On July 20, the Holy See released a document named “The pastoral conversion of the Parish community in the service of the evangelizing mission of the Church.” Its sole objective is to evaluate, challenge, and inspire parish communities to mirror the face of Christ to the world that surrounds them.
There are countless avenues of renewal found in this instruction, but what is most evident is the call for parishes to become communities ordered toward spreading the details of and providing an encounter with the life, mission, teaching, miracles, death, and resurrection of the Son of God.
The words of Pope Francis set the tone for the entire document:
“If something should rightly disturb us and trouble our consciences, it is the fact that so many of our brothers and sisters are living without the strength, light and consolation born of friendship with Jesus Christ, without a community of faith to support them, without meaning and a goal in life.”3
The loss of faith and the deterioration of the worship of God is not simply the fault of the culture we live in. The Church, which breaths, first and foremost in and from the parish, must do better.
The Vatican, in this document, is giving aid to parishes all over the world who are in need of a revival. Mass attendance and Church involvement has grown beyond stale over the years. Now with the rise of the pandemic, many parishes suffer, even more so, financially and spiritually. This instruction is meant to give insight and guidance for parishes facing unprecedented challenges along with the call for each parish community to discern “how to best proclaim the Gospel” (1). Below are the keys to understanding the main mission and message of the undervalued and mostly unknown document.
A Home for Pilgrims
Parishes are meant to be “centres conducive to an encounter with Christ” (3) which leads others to view the Church, not strictly as an institution or body of spiritual governance, but a location where God is truly and evidently moving and present. The parish is the house for God and the home for pilgrims on their journey. The original Greek word for parish would have imbued the term “sojourners” and would have been intimately connected with the pilgrim nature of discipleship.
This is the place where followers of Christ meet him in a profound manner through the sacraments he instituted as well as the location for his community, his ekklesia or “in-gathering” of humanity, to find sustenance and rest in each other’s arms.
“It is visibly characterised then, as a place of worship, a sign of the permanent presence of the Risen Lord in the midst of his People.”7
In order to accomplish this divine task and in the light of the digital age “it is thus necessary to find new forms of accompaniment and closeness” (14) in order “to embrace the Holy Spirit’s invitation to begin the process of ‘renewing’ the face of the Church” (10).
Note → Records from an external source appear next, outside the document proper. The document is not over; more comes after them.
using DeepSourceCheck.Cli.Pipeline;
using DeepSourceCheck.Core.Results;
using DeepSourceCheck.Core.Studies;
using DeepSourceCheck.Tests.Support;

namespace DeepSourceCheck.Tests.Cli.Pipeline;
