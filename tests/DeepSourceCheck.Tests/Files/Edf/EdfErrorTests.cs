using System.Text;

using DeepSourceCheck.Core.Studies;
using DeepSourceCheck.Files.Edf;
using DeepSourceCheck.Tests.Support;

namespace DeepSourceCheck.Tests.Files.Edf;

/// <summary>One test a malformed field: file, field, value and what is allowed.</summary>
public sealed class EdfErrorTests : IDisposable
{
    // Two signals of 100 samples, two records: header of 768 bytes, records of 400.
    private static readonly EdfBytes Sound = new() { Signals = [new("EEG Cz", [.. Enumerable.Range(0, 200).Select(n => n * 0.5)]), new("EEG Pz", new double[200])] };

    private readonly ScratchFolder _folder = new();

    public void Dispose() => _folder.Dispose();

    private InputProblem Problem(byte[] bytes, double? from = null, double? to = null, int[]? signals = null)
    {
        string path = _folder.Write("r.edf", bytes);
        InputProblem problem = Assert.Single(Assert.Throws<InputException>(() => EdfReader.Read(path, "r.edf", signals ?? [0, 1], from, to)).Problems);
        Assert.Equal("r.edf", problem.File);
        return problem;
    }

    private static byte[] With(int at, int width, string text, EdfBytes? file = null)
    {
        byte[] bytes = (file ?? Sound).ToArray();
        Encoding.Latin1.GetBytes(text.PadRight(width)).CopyTo(bytes, at);
        return bytes;
    }

    [Theory]
    // Places of the fields: table 1 of Kemp et al. 1992; of two signals, 256 + widths before x 2.
    [InlineData(0, 8, "RIFF", "version", "neither EDF")]
    [InlineData(184, 8, "700", "number of bytes in header", "is 700|must be 768")]
    [InlineData(184, 8, "abc", "number of bytes in header", "'abc'|whole number")]
    [InlineData(236, 8, "3", "number of data records", "is 3|holds 2 of 400 bytes|truncated")]
    [InlineData(236, 8, "1", "number of data records", "is 1|holds 2|no record accounts for")]
    [InlineData(236, 8, "0", "number of data records", "is 0|at least 1")]
    [InlineData(236, 8, "-2", "number of data records", "is -2|at least 1")]
    [InlineData(236, 8, "1.5", "number of data records", "'1.5'|whole number")]
    [InlineData(244, 8, "1,0", "duration of a data record", "'1,0'|decimal point")]
    [InlineData(244, 8, "-1", "duration of a data record", "is -1 s")]
    [InlineData(244, 8, "0", "duration of a data record", "is 0 s|annotations alone")]
    [InlineData(244, 8, "NaN", "duration of a data record", "'NaN'|number")]
    [InlineData(252, 4, "0", "number of signals", "is 0|1 to 9999")]
    [InlineData(252, 4, "2x", "number of signals", "'2x'|whole number")]
    [InlineData(448, 8, "kOhm", "physical dimension of signal 1 (EEG Cz)", "'kOhm'|nV, uV, mV or V")]
    [InlineData(448, 8, "\u00B5V", "physical dimension of signal 1 (EEG Cz)", "byte 181|printable ASCII|written uV")]
    [InlineData(464, 8, "-2OO", "physical minimum of signal 1 (EEG Cz)", "'-2OO'|number")]
    [InlineData(480, 8, "-200", "physical maximum of signal 1 (EEG Cz)", "is -200|must differ")]
    [InlineData(496, 8, "-40000", "digital minimum of signal 1 (EEG Cz)", "is -40000|-32768 to 32767")]
    [InlineData(512, 8, "-32768", "digital maximum of signal 1 (EEG Cz)", "is -32768|not above the digital minimum")]
    [InlineData(528, 8, "H\u00FC", "prefiltering of signal 1 (EEG Cz)", "byte 252|printable ASCII")]
    [InlineData(688, 8, "0", "number of samples of signal 1 (EEG Cz)", "is 0|allowed is 1")]
    [InlineData(688, 8, "99999999", "number of samples of signal 1 (EEG Cz)", "99999999|more than the file has")]
    [InlineData(256, 16, "EEG\tCz", "label of signal 1", "byte 9")]
    public void MalformedField_IsNamedWithItsValue(int at, int width, string text, string field, string parts)
    {
        InputProblem problem = Problem(With(at, width, text));
        Assert.Equal(field, problem.Key);
        Assert.All(parts.Split('|'), part => Assert.Contains(part, problem.Message, StringComparison.Ordinal));
    }

    [Theory]
    [InlineData(100, "header", "100 bytes, fewer than its header (256)")]
    [InlineData(700, "header", "700 bytes, fewer than its header (768)")]
    [InlineData(768 + 399, "number of data records", "holds 0 and 399 bytes of another")]
    [InlineData(768 + 799, "number of data records", "holds 1 and 399 bytes of another")]
    public void TruncatedFile_IsRefused(int bytes, string field, string part)
    {
        InputProblem problem = Problem(Sound.ToArray()[..bytes]);
        Assert.Equal(field, problem.Key);
        Assert.Contains(part, problem.Message, StringComparison.Ordinal);
    }

    [Fact]
    public void OpenCount_WithPartOfARecord_IsRefused() =>
        Assert.Contains("is -1 (not known when the recording began)", Problem(With(236, 8, "-1")[..(768 + 500)]).Message, StringComparison.Ordinal);

    [Fact]
    public void EveryTruncation_IsARefusal_NeverAnythingElse()
    {
        byte[] whole = Sound.ToArray();
        for (int length = 1; length < whole.Length; length += 7)
        {
            Problem(whole[..length]);
        }
    }

    [Fact]
    public void DifferentRates_AreRefusedWithBoth()
    {
        EdfBytes file = Sound with { Signals = [Sound.Signals[0], new("EEG Pz", new double[100]) { PerRecord = 50 }] };
        InputProblem problem = Problem(file.ToArray());
        Assert.Contains("is 50 a record, 50 Hz, while signal 1 (EEG Cz) has 100 Hz", problem.Message, StringComparison.Ordinal);
        _folder.Write("one.edf", file.ToArray());
        Assert.Equal(50, EdfReader.Read(_folder.At("one.edf"), "one.edf", [1]).SamplingRate);
    }

    [Theory]
    [InlineData(2.0, null, "noise.eeg_recording.from_s", "is 2 s, but the recording ends at 2 s")]
    [InlineData(null, 2.5, "noise.eeg_recording.to_s", "is 2.5 s, but the recording ends at 2 s")]
    [InlineData(1.0, 1.0, "noise.eeg_recording.from_s", "1 to 1 s lies in a gap of the recording, or holds no sample")]
    public void PartThatIsNotThere_IsRefused(double? from, double? to, string key, string part)
    {
        InputProblem problem = Problem(Sound.ToArray(), from, to);
        Assert.Equal(key, problem.Key);
        Assert.Contains(part, problem.Message, StringComparison.Ordinal);
    }

    private static EdfBytes Gaps(params string[] stamps) => new()
    {
        Reserved = "EDF+D",
        Signals = [new("EEG Cz", new double[100 * stamps.Length]), new("EDF Annotations", []) { Annotations = stamps, PerRecord = 20 }],
    };

    [Fact]
    public void RecordBeforeTheEndOfTheOneBefore_IsRefused()
    {
        InputProblem problem = Problem(Gaps(EdfBytes.Stamp(0), EdfBytes.Stamp(0.5)).ToArray(), signals: [0]);
        Assert.Equal("annotations of data record 2", problem.Key);
        Assert.Contains("starts at 0.5 s, before", problem.Message, StringComparison.Ordinal);
    }

    [Theory]
    [InlineData("")]
    [InlineData("12.5\u0014\u0014")]
    [InlineData("+1x\u0014\u0014")]
    [InlineData("+1")]
    [InlineData("+1\u0014Start\u0014")]
    public void RecordWithoutATimeStamp_IsRefused(string stamp)
    {
        InputProblem problem = Problem(Gaps(EdfBytes.Stamp(0), stamp).ToArray(), signals: [0]);
        Assert.Equal("annotations of data record 2", problem.Key);
        Assert.Contains("begins with its start in seconds", problem.Message, StringComparison.Ordinal);
    }

    [Fact]
    public void DiscontinuousFile_WithoutAnnotations_IsRefused() =>
        Assert.Contains("discontinuous (EDF+D) but has no channel of annotations", Problem(With(192, 44, "EDF+D")).Message, StringComparison.Ordinal);

    [Fact]
    public void PartInAGap_IsRefused() =>
        Assert.Contains("2 to 4 s lies in a gap", Problem(Gaps(EdfBytes.Stamp(0), EdfBytes.Stamp(5)).ToArray(), 2, 4, [0]).Message, StringComparison.Ordinal);

    [Fact]
    public void IdentifyingFields_AreNeitherCheckedNorRead()
    {
        byte[] bytes = With(8, 80, "J\u00FCrgen");
        _folder.Write("named.edf", bytes);
        Assert.Equal(2, EdfReader.ReadHeader(_folder.At("named.edf"), "named.edf").Records);
    }
}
The Church uses the word “urgent” several times in this area and implores the attention of priests and those involved with evangelization on the parish level. Implementation, methods, and proclamation of the gospel must improve because “the current Parish model no longer adequately corresponds to the many expectations of the faithful” (16).
Evangelical and Local
Two phrases or invitations referenced in the document provide the roadmap for renewal of parish life. There is a great need for a “culture of encounter” (25) and an “art of accompaniment” (26) to rule the day in the lifeblood of the community. Having a profound focus on dialogue and being person-centered in regards to evangelization creates an environment where God can move within us and nourish us through the sacraments, and through our relationships with one another. The parish must give profound witness to the communal aspect of discipleship and be a place where “solitude is overcome” (26).
So many are overwhelmed by a sense of loneliness and desire contact with the living presence of God and others. Parish communities which are “self-referential and fossilized” (17) are often not led by Jesus’ mission to “go into the whole world and proclaim the gospel to every creature” (Mark 16:15).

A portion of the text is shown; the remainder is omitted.